Изменить стиль страницы

Теперь только, вблизи, отец мог разглядеть все убожество оскуделой генерации, всю смехотворность базарной анатомии.

Это были огромные охапки перьев, кое-как набитые старой падалью. У многих невозможно было различить головы, ибо палковидная эта часть тела не носила никаких признаков души. Некоторые покрыты были лохматой сбившейся шерстью, как зубры, и омерзительно смердели. Иные напоминали горбатых лысых дохлых верблюдов. Наконец, иные, судя по всему, были из определенного сорта бумаги, полые внутри и отменно цветные снаружи.
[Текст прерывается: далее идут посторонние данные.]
/// A training command as written in a study file (`command = { ... }`).
///
/// | key | default | meaning | valid |
/// |---|---|---|---|
/// | `program` | (required) | the program to run: a name looked up on `PATH` (e.g. `python3`), or a path; a relative path with a `/` is taken from `workdir` | non-empty |
/// | `args` | `[]` | arguments given before the manifest's path, which always comes last | any strings |
/// | `returns` | `forecasts` | `forecasts`: the script writes `forecasts.npy` and the tool scores it; `skill`: the script writes `skill.json` with valid times it measured itself against `truth.npy` | forecasts, skill |
/// | `timeout` | 3600 | seconds one point may take before the script's process group is killed | > 0, at most one year |
/// | `workdir` | the study file's directory | the program's current directory; a relative path is taken from the study file's directory | a directory |
/// | `depends` | `[]` | further files and folders (relative to `workdir`) the script's results depend on, e.g. a module it imports; their content enters the point keys, so editing them makes the points stale | existing files or folders |
#[derive(Debug, Clone, PartialEq, Serialize, Deserialize)]
#[serde(rename_all = "kebab-case", deny_unknown_fields)]
pub struct CommandParams {
    pub program: String,
    #[serde(default)]
    pub args: Vec<String>,
    #[serde(default)]
    pub returns: Returns,
    #[serde(default = "default_timeout")]
    pub timeout: f64,
    #[serde(default, skip_serializing_if = "Option::is_none")]
    pub workdir: Option<PathBuf>,
    #[serde(default, skip_serializing_if = "Vec::is_empty")]
    pub depends: Vec<PathBuf>,
}

fn default_timeout() -> f64 {
    3600.0
}

/// Checked command settings with the working directory resolved; only
/// [`CommandParams::check`] makes one.
#[derive(Debug, Clone, PartialEq)]
pub struct ValidCommandParams {
    params: CommandParams,
    workdir: PathBuf,
}

impl ValidCommandParams {
    /// The checked settings, as written.
    pub fn get(&self) -> &CommandParams {
        &self.params
    }

    /// The program's current directory.
    pub fn workdir(&self) -> &Path {
        &self.workdir
    }

    /// What determines this command's results, for the point keys: the command line, what it
    /// returns, and the content of every file it names (the program and any argument that is a
    /// file, e.g. the script), so editing the script makes its points stale. The timeout and
    /// where the study file lies do not enter.
    pub fn identity(&self) -> serde_json::Value {
        let program = self.program();
        let files: Vec<serde_json::Value> = std::iter::once(program)
            .chain(self.params.args.iter().map(|a| self.workdir.join(a)))
            .filter_map(|f| {
                let bytes = std::fs::read(&f).ok()?;
                let name = f.file_name().map(|n| n.to_string_lossy().into_owned());
                Some(serde_json::json!({
                    "name": name.unwrap_or_default(),
                    "sha256": crate::data::hash_bytes(&bytes),
                }))
            })
            .collect();
        let mut identity = serde_json::json!({
            "program": self.params.program,
            "args": self.params.args,
            "returns": self.params.returns.label(),
            "files": files,
        });
        // Only when declared, so the keys of commands without dependencies stay as they were.
        if !self.params.depends.is_empty() {
            let mut depends = Vec::new();
            for d in &self.params.depends {
                let mut found = Vec::new();
                collect_files(&self.workdir.join(d), d, &mut found);
                found.sort();
                for (path, f) in found {
                    let hash = std::fs::read(&f)
                        .map(|b| crate::data::hash_bytes(&b))
                        .unwrap_or_else(|e| format!("unreadable: {e}"));
                    depends.push(serde_json::json!({ "path": path, "sha256": hash }));
                }
            }
            identity["depends"] = serde_json::Value::Array(depends);
        }
        identity
    }

    /// The program to start: a relative path with a `/` is taken from the working directory.
    fn program(&self) -> PathBuf {
        let program = Path::new(&self.params.program);
        if program.is_relative() && program.components().count() > 1 {
            self.workdir.join(program)
        } else {
            program.to_path_buf()
        }
    }
}

/// Every file at or under `path` (a file, or a folder walked recursively; hidden entries such
/// as `.git` skipped below the top), with its path as written (`shown`, then the relative
/// path below it, `/`-separated).
fn collect_files(path: &Path, shown: &Path, out: &mut Vec<(String, PathBuf)>) {
    let label = shown.to_string_lossy().replace('\\', "/");
    match std::fs::read_dir(path) {
        Ok(entries) => {
            for entry in entries.flatten() {
                let name = entry.file_name();
                if name.to_string_lossy().starts_with('.') {
                    continue;
                }
                collect_files(&entry.path(), &shown.join(&name), out);
            }
        }
        Err(_) => out.push((label, path.to_path_buf())),
    }
}

impl CommandParams {
    /// Checks every setting (see the table on [`CommandParams`]); `base` is the study file's
    /// directory, the default `workdir` and the base of a relative one.
    pub fn check(self, base: &Path) -> Result<ValidCommandParams, ModelError> {
        let mut bad = super::SettingProblems::default();
        if self.program.trim().is_empty() {
            bad.out_of_range(
                "program",
                format!("'{}'", self.program),
                "the name or path of a program, e.g. \"python3\"",
            );
        }
        if !(self.timeout.is_finite() && self.timeout > 0.0 && self.timeout <= MAX_TIMEOUT) {
            bad.out_of_range(
                "timeout",
                self.timeout.to_string(),
                "a positive number of seconds, at most 31536000 (one year)",
            );
        }
        let base = if base.as_os_str().is_empty() {
            Path::new(".")
        } else {
            base
        };
        let workdir = match &self.workdir {
            Some(w) if w.as_os_str().is_empty() => {
                bad.out_of_range(
                    "workdir",
                    "''".into(),
                    "a directory (relative to the study file), or no `workdir` for the study file's directory",
                );
                base.to_path_buf()
            }
            Some(w) => base.join(w),
            None => base.to_path_buf(),
        };
        for d in &self.depends {
            if d.as_os_str().is_empty() || !workdir.join(d).exists() {
                bad.out_of_range(
                    "depends",
                    format!("'{}'", d.display()),
                    "files or folders that exist, relative to the working directory (the study file's directory unless `workdir` says otherwise)",
                );
            }
        }
        bad.finish(ValidCommandParams {
            params: self,
            workdir,
        })
    }
}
Некоторые же оказывались вблизи не чем иным, как большими павлиньими хвостами, красочными опахалами, в которые непонятным образом было вдохнуто некое подобие жизни.

Я видел печальное возвращение моего отца. Искусственный день уже окрашивался понемногу красками обыкновенного утра. В опустелой лавке самые верхние полки насыщались оттенками раннего неба. Среди фрагментов погасшего пейзажа, среди разрушенных кулис ночной декорации отец увидел пробуждавшихся от сна приказчиков. Они вставали между суконных колод и зевали, оборотясь к солнцу. В кухне на втором этаже Аделя, теплая спросонок и со спутанными волосами, смалывала в мельнице кофе, прижимая ее к белой груди, от которой зерна набирали лоск и горячели. Кот умывался на солнце.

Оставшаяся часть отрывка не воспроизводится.